Closed form solutions to integrals of the following type?

[eyesontheball1]

For any integral where the integrand is of the form f(θ)^z, with z a complex number, and f(θ) = sin(θ), cos(θ), tan(θ), ... etc., θ being either real or complex. Is it possible to explicitly solve for an antiderivative? I'm not aware of any such way I could use residues/series representations here, and I've tried all kinds of substitutions for integrals of this type; in particular, of [sin(θ)]^z, z being a complex constant.

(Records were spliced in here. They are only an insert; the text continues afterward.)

package sweep

import (
	"context"
	"encoding/json"
	"math"
	"os"
	"path/filepath"
	"strings"
	"testing"

	"kerrscope/render/maps"
	"kerrscope/render/pixels"
	"kerrscope/scene"
)

func TestSweepFramesShareOneAutomaticWindow(t *testing.T) {
	auto := func(s *scene.Scene) { s.Screen.FieldOfView = scene.AutoField }
	// From nearly face-on to nearly edge-on the disk image changes shape
	// (round, then a wide flat band with the far side lensed up).
	specs := []string{"inclination=10:85:4"}
	dir := t.TempDir()
	p := testPlan(t, dir, specs, auto, maps.Scales{})
	unframed := make([]scene.Resolved, len(p.Points))
	for k, pt := range p.Points {
		unframed[k] = pt.Scene
	}
	rep := mustRun(t, p, Options{})
	w := rep.Window
	if !w.Automatic || !(w.FieldOfView > 0) {
		t.Fatalf("window %+v", w)
	}
	for k, pt := range p.Points {
		sc := pt.Scene.Screen
		if pt.Scene.AutoField || sc.FieldOfView != w.FieldOfView || sc.CenterAlpha != w.CenterAlpha || sc.CenterBeta != w.CenterBeta {
			t.Errorf("frame %d: window %v at (%v, %v), the sweep's %+v", k, sc.FieldOfView, sc.CenterAlpha, sc.CenterBeta, w)
		}
		// Each frame's own margined disk box (what its automatic
		// window would hold) lies inside the shared window, and the
		// shared window holds each frame's whole disk.
		box, ok, err := pixels.DiskBox(context.Background(), unframed[k])
		if err != nil || !ok {
			t.Fatalf("frame %d: disk box %v, %v", k, ok, err)
		}
		HW, HH := w.FieldOfView/2, w.FieldOfView/2*float64(sc.Height)/float64(sc.Width)
		if box.A0 < w.CenterAlpha-HW || box.A1 > w.CenterAlpha+HW || box.B0 < w.CenterBeta-HH || box.B1 > w.CenterBeta+HH {
			t.Errorf("frame %d: disk box %+v is not inside the shared window %+v", k, box, w)
		}
		f, err := pixels.Render(context.Background(), pt.Scene, nil)
		if err != nil {
			t.Fatal(err)
		}
		if f.TouchesBorder() {
			t.Errorf("frame %d (inclination %v): the disk touches the shared window's border", k, pt.Values[0])
		}
	}
	// The shared window is the union, not just any large window: it is
	// no wider than the widest frame's own window allows for.
	maxOwn := 0.0
	for k := range unframed {
		own, _ := pixels.FrameWindow(context.Background(), unframed[k])
		maxOwn = math.Max(maxOwn, own.Screen.FieldOfView)
	}
	if w.FieldOfView > 1.5*maxOwn {
		t.Errorf("shared field %v, the widest frame alone needs %v", w.FieldOfView, maxOwn)
	}
	// The manifest records the window.
	data, err := os.ReadFile(rep.Manifest)
	if err != nil {
		t.Fatal(err)
	}
	var m struct {
		Window Window `json:"window"`
	}
	if err := json.Unmarshal(data, &m); err != nil {
		t.Fatal(err)
	}
	if m.Window != w {
		t.Errorf("manifest window %+v, the run's %+v", m.Window, w)
	}
	if testing.Short() {
		return
	}
	// Another shard of the same sweep, alone in its own directory,
	// computes the same window.
	other := testPlan(t, t.TempDir(), specs, auto, maps.Scales{})
	rep2 := mustRun(t, other, Options{Shard: Shard{K: 2, N: 2}})
	if rep2.Window != w {
		t.Errorf("shard 2/2 chose window %+v, shard 1/1 %+v", rep2.Window, w)
	}
	// Frames written by the two processes are the same files.
	for _, k := range []int{1, 3} {
		for _, name := range p.fileNames(k) {
			a, err1 := os.ReadFile(filepath.Join(dir, name))
			b, err2 := os.ReadFile(filepath.Join(other.Dir(), name))
			if err1 != nil || err2 != nil || string(a) != string(b) {
				t.Errorf("frame %d: %s differs between the shards (%v, %v)", k, name, err1, err2)
			}
		}
	}
}

func TestSweepReportsClippedFrames(t *testing.T) {
	dir := t.TempDir()
	// A 36 M field over 40 × 32 pixels cuts off the ends of the 30 M disk.
	p := testPlan(t, dir, []string{"spin=0.1:0.9:2"}, nil, maps.Scales{})
	rep := mustRun(t, p, Options{})
	if len(rep.Clipped) != 2 {
		t.Fatalf("clipped frames %+v, want both", rep.Clipped)
	}
	for _, c := range rep.Clipped {
		if !(c.Clip.Fraction > 0 && c.Clip.Fraction < 1) {
			t.Errorf("frame %d: fraction outside %v", c.Index, c.Clip.Fraction)
		}
		data, err := os.ReadFile(filepath.Join(dir, p.framePrefix(c.Index)+"-spectrum.csv"))
		if err != nil {
			t.Fatal(err)
		}
		if !strings.HasPrefix(string(data), "# the disk image touches the window's border") {
			t.Errorf("frame %d: the spectrum CSV does not note the clipping", c.Index)
		}
	}
}
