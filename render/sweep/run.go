package sweep

import (
	"context"
	"errors"
	"fmt"
	"os"
	"path/filepath"
	"slices"
	"strings"
	"time"

	"kerrscope/render/maps"
	"kerrscope/render/outputs"
	"kerrscope/render/pixels"
)

// ErrDefinitionChanged is returned (wrapped) by Run when the output
// directory holds a different sweep and Options.Restart is not set.
var ErrDefinitionChanged = errors.New("the output directory holds a different sweep")

// Options control a sweep run.
type Options struct {
	Shard   Shard  // this process's share; zero = the whole sweep (1/1)
	Restart bool   // remove the files the manifests record and start over
	Version string // program version recorded in the outputs
	// Progress, if not nil, is called after each rendered frame with the
	// number done and the number this run renders.
	Progress func(done, total int)
}

// Report says what a run did.
type Report struct {
	Shard    Shard
	Frames   int         // frames of this shard
	Skipped  int         // already finished (recorded, files intact)
	Rendered []int       // frames rendered by this run, in order
	Scales   maps.Scales // the colour scales every frame uses
	Window   Window      // the window every frame uses
	// Clipped lists the frames rendered by this run whose disk image
	// touches the window's border, with the estimate of the line flux
	// outside it (their spectrum CSV and FITS header record it too).
	Clipped  []ClippedFrame
	Manifest string   // path of this shard's manifest
	Removed  int      // files of the old sweep removed by Options.Restart
	SetAside []string // unreadable manifests renamed by Options.Restart
}

// Run renders the plan's frames that belong to the shard and are not
// already finished. With an automatic field of view every frame gets the
// one window the manifests record, else the union of the frames'
// automatic windows (Report.Window, recorded in the manifest). Scales
// come from a manifest of the same sweep in the directory if there is
// one, else from the fixed scales completed by a pre-pass. A frame is finished when any manifest of the same sweep in
// the directory records it and its files are intact (sizes and SHA-256);
// every other frame of the shard is rendered again, one after another
// (each render uses every core). Each frame's files are committed
// together, and only then is the frame recorded in the shard's manifest,
// which is rewritten atomically; on cancellation Run records what is
// finished and returns ctx.Err(). A directory holding another sweep is
// refused with ErrDefinitionChanged unless opt.Restart is set. The shards
// of a sweep share the directory's lock (outputs.LockShared); a restart
// takes it alone.
func Run(ctx context.Context, p *Plan, opt Options) (Report, error) {
	sh := opt.Shard
	if sh == (Shard{}) {
		sh = Shard{K: 1, N: 1}
	}
	rep := Report{Shard: sh}
	if err := sh.Validate(); err != nil {
		return rep, err
	}
	def, err := p.definition()
	if err != nil {
		return rep, err
	}
	dir := p.Dir()
	lock := outputs.LockShared
	if opt.Restart {
		lock = outputs.Lock
	}
	lk, err := lock(dir)
	if err != nil {
		return rep, err
	}
	defer lk.Unlock()
	// A temporary manifest of this shard is left over from a killed run.
	if ents, err := os.ReadDir(dir); err == nil {
		for _, e := range ents {
			if strings.HasPrefix(e.Name(), manifestTemp(sh)) && e.Type().IsRegular() {
				os.Remove(filepath.Join(dir, e.Name()))
			}
		}
	}
	olds, bad, err := readManifests(dir)
	if err != nil {
		return rep, err
	}
	if opt.Restart {
		if rep.SetAside, err = setAside(dir, bad, time.Now()); err != nil {
			return rep, err
		}
		if rep.Removed, err = clean(lk, olds, bad); err != nil {
			return rep, err
		}
		olds = nil
	} else if len(bad) > 0 {
		return rep, bad[0]
	}
	for _, m := range olds {
		if ok, what := def.same(m.Definition); !ok {
			return rep, fmt.Errorf("%w: %s differs from %s (use --restart to start over, or another --out)", ErrDefinitionChanged, what, m.name)
		}
	}
	win, err := p.frameWindow(ctx, olds)
	if err != nil {
		return rep, err
	}
	rep.Window = win
	var sc maps.Scales
	if len(olds) > 0 {
		if sc, err = agreedScales(olds); err != nil {
			return rep, err
		}
	} else if sc, err = p.chooseScales(ctx); err != nil {
		return rep, err
	}
	rep.Scales = sc

	known := map[int][]frameRecord{}
	for _, m := range olds {
		for _, fr := range m.Frames {
			known[fr.Index] = append(known[fr.Index], fr)
		}
	}
	own := &manifest{Format: manifestFormat, Program: strings.TrimSpace("kerrscope " + opt.Version), Definition: def,
		Scales: toRecord(sc), Window: win, Shard: sh, Frames: []frameRecord{}}
	var todo []Point
	for _, pt := range p.Points {
		if !sh.Owns(pt.Index) {
			continue
		}
		rep.Frames++
		done := false
		for _, fr := range known[pt.Index] {
			if p.verify(fr, pt) {
				own.Frames = append(own.Frames, fr)
				done = true
				break
			}
		}
		if done {
			rep.Skipped++
		} else {
			todo = append(todo, pt)
		}
	}
	rep.Manifest = filepath.Join(dir, sh.ManifestName())
	if err := own.write(dir); err != nil {
		return rep, err
	}

	// The manifest is rewritten after every frame unless that would take
	// more than a twentieth of the time (very long sweeps); the content
	// does not depend on when it is written.
	var lastWrite time.Time
	var lastCost time.Duration
	pending := false
	save := func() error {
		t0 := time.Now()
		if err := own.write(dir); err != nil {
			return err
		}
		lastWrite, lastCost, pending = time.Now(), time.Since(t0), false
		return nil
	}
	for i, pt := range todo {
		files, clip, err := p.writeFrame(ctx, lk, pt, sc, opt.Version)
		if clip != nil {
			rep.Clipped = append(rep.Clipped, ClippedFrame{Index: pt.Index, Clip: *clip})
		}
		if err != nil {
			if pending {
				if serr := save(); serr != nil {
					return rep, serr
				}
			}
			return rep, err
		}
		own.Frames = append(own.Frames, frameRecord{Index: pt.Index, Values: p.valuesRecord(pt), Files: files})
		slices.SortFunc(own.Frames, func(a, b frameRecord) int { return a.Index - b.Index })
		rep.Rendered = append(rep.Rendered, pt.Index)
		pending = true
		if time.Since(lastWrite) >= 20*lastCost || i == len(todo)-1 {
			if err := save(); err != nil {
				return rep, err
			}
		}
		if opt.Progress != nil {
			opt.Progress(i+1, len(todo))
		}
	}
	return rep, nil
}

// ClippedFrame is a frame whose window clips the disk image.
type ClippedFrame struct {
	Index int
	Clip  pixels.Clip
}

// agreedScales returns the scales the manifests record, which must agree.
func agreedScales(ms []*manifest) (maps.Scales, error) {
	for _, m := range ms[1:] {
		if m.Scales != ms[0].Scales {
			return maps.Scales{}, fmt.Errorf("%s and %s record different colour scales; fix them with the scale flags and start over", ms[0].name, m.name)
		}
	}
	return ms[0].Scales.scales(), nil
}

// clean removes what the manifests ms record: every frame file that is
// unchanged since it was written (size and SHA-256), also those of the
// whole file records left in the unreadable manifests bad, the merged
// files (their own record, see Merge), then the manifests. Files the
// manifests do not name, or that changed, are left alone. It returns the
// number of files removed.
func clean(lk *outputs.DirLock, ms []*manifest, bad []*badManifest) (int, error) {
	dir := lk.Dir()
	var recs []fileRecord
	for _, m := range ms {
		for _, fr := range m.Frames {
			recs = append(recs, fr.Files...)
		}
	}
	for _, b := range bad {
		recs = append(recs, b.salvage()...)
	}
	n := 0
	for _, f := range recs {
		if !plainName(f.Name) {
			continue
		}
		path := filepath.Join(dir, f.Name)
		if size, sum, err := outputs.HashFile(path); err != nil || size != f.Bytes || sum != f.SHA256 {
			continue
		}
		if err := os.Remove(path); err != nil {
			return n, err
		}
		n++
	}
	merged, err := outputs.RemoveSet(lk, "merge")
	n += len(merged)
	if err != nil {
		return n, err
	}
	for _, m := range ms {
		if err := os.Remove(filepath.Join(dir, m.name)); err != nil {
			return n, err
		}
		n++
	}
	return n, outputs.SyncDir(dir)
}

// plainName reports whether a recorded file name names a visible file of
// the directory itself.
func plainName(n string) bool {
	return n != "" && n != "." && n != ".." && !strings.HasPrefix(n, ".") && !strings.ContainsAny(n, "/\x00")
}

// setAside renames each unreadable manifest to NAME.corrupt-TIME (UTC),
// out of the way of the sweep but kept for the user to inspect (it may
// not even be ours). It returns the new paths.
func setAside(dir string, bad []*badManifest, now time.Time) ([]string, error) {
	var out []string
	for _, b := range bad {
		to := filepath.Join(dir, b.name+".corrupt-"+now.UTC().Format("20060102T150405Z"))
		if _, err := os.Lstat(to); err == nil {
			return out, fmt.Errorf("%s: cannot set it aside, %s exists", b.name, to)
		}
		if err := os.Rename(filepath.Join(dir, b.name), to); err != nil {
			return out, err
		}
		out = append(out, to)
	}
	return out, nil
}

Thank you in advance!


David

 

[mathman]

No, even if z is real (not rational).

 

[JJacquelin]

For any integral where the integrand is of the form f(θ)^z, with z a complex number, and f(θ) = sin(θ), cos(θ), tan(θ), ... etc., θ being either real or complex. Is it possible to explicitly solve for an antiderivative? I'm not aware of any such way I could use residues/series representations here, and I've tried all kinds of substitutions for integrals of this type; in particular, of [sin(θ)]^z, z being a complex constant. Thank you in advance!


David

Hi!

most of them can be expressed in terms of hypergeometric functions.

 

[eyesontheball1]

Would you mind showing exactly how such an integral can be expressed via a hypergeometric function? Thanks in advance!

 

[JJacquelin]

For example :
http://www.wolframalpha.com/input/?i=integrate+(sin(t)^(a+i*b))*dt
http://www.wolframalpha.com/input/?i=integrate+(cos(t)^(a+i*b))*dt
http://www.wolframalpha.com/input/?i=integrate+(tan(t)^(a+i*b))*dt

 

[eyesontheball1]

Great, thank you JJacquelin!